## Supplied information
==================================================

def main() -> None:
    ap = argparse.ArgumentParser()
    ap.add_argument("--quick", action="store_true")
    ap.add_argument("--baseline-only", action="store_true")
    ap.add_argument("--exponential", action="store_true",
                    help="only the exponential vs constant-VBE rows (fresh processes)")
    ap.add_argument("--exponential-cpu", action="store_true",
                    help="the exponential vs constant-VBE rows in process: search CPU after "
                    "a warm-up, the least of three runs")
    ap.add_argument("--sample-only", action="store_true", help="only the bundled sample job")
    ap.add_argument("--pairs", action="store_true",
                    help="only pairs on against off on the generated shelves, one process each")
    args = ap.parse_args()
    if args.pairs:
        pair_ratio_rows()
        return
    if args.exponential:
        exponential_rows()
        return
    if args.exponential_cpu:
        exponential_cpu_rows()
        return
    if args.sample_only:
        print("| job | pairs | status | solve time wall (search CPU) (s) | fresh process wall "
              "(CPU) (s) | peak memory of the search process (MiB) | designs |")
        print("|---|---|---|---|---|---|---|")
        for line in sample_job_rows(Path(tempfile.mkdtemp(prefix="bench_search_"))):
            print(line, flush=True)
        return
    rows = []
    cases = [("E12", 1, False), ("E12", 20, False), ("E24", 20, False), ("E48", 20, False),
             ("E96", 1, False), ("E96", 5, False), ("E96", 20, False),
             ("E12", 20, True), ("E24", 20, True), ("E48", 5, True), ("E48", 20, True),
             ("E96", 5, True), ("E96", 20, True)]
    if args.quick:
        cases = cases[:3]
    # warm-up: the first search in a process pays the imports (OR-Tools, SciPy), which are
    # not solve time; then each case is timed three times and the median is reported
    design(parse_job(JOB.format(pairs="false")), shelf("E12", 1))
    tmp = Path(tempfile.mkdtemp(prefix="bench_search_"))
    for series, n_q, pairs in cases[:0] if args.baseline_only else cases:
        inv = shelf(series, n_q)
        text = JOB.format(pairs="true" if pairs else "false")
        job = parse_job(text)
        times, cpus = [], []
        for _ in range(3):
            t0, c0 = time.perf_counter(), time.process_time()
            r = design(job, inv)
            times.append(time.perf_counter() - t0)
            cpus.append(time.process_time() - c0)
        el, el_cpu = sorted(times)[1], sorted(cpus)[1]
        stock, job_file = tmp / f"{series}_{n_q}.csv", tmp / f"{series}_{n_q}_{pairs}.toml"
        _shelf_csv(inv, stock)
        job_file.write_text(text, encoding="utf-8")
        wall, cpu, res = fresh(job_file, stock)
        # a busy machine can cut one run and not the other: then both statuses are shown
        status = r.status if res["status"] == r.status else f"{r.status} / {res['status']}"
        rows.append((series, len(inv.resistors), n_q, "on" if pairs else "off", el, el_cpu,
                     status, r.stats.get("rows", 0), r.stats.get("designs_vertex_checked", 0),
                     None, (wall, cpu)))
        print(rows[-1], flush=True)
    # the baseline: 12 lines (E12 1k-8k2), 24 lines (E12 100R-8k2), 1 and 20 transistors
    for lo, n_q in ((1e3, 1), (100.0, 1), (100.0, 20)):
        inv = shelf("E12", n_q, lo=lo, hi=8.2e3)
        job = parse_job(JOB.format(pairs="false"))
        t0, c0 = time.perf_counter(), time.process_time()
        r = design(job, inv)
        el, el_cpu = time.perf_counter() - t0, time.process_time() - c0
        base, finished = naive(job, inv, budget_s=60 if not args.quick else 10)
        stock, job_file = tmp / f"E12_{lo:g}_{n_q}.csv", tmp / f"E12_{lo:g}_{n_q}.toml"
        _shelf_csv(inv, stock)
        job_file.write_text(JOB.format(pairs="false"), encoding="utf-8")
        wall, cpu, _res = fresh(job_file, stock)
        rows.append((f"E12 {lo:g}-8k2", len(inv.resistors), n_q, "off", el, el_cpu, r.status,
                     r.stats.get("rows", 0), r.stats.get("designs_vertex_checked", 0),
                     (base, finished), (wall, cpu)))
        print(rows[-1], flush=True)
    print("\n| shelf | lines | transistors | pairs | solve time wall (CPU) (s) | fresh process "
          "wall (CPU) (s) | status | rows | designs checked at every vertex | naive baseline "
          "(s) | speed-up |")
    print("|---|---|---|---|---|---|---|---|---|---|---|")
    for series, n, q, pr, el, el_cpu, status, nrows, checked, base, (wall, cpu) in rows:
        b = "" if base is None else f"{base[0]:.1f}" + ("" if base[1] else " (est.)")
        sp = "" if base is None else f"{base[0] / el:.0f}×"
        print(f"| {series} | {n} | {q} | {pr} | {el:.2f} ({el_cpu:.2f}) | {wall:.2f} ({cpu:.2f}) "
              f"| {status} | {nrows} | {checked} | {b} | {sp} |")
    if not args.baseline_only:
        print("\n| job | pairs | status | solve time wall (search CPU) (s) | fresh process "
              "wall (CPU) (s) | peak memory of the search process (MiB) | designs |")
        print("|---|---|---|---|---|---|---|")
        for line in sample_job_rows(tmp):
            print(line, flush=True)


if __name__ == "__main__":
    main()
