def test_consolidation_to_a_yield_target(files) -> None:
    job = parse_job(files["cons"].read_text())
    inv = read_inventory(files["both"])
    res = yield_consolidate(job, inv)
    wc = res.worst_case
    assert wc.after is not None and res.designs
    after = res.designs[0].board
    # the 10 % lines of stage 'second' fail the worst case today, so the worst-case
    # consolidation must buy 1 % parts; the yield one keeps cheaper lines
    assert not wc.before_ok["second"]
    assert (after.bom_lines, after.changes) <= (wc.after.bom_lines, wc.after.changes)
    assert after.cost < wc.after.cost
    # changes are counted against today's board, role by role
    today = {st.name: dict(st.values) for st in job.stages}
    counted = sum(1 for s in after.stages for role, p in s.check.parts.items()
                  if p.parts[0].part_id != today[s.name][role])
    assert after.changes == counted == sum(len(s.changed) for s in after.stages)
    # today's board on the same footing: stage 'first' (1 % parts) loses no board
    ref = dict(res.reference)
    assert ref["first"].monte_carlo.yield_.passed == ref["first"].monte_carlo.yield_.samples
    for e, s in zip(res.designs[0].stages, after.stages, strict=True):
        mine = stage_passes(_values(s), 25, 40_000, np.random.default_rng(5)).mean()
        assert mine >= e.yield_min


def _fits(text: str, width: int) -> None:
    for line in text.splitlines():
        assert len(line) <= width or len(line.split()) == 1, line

==================================================

Work through the records line by line and tally those with the word "append". Report only the total.

## Reply
4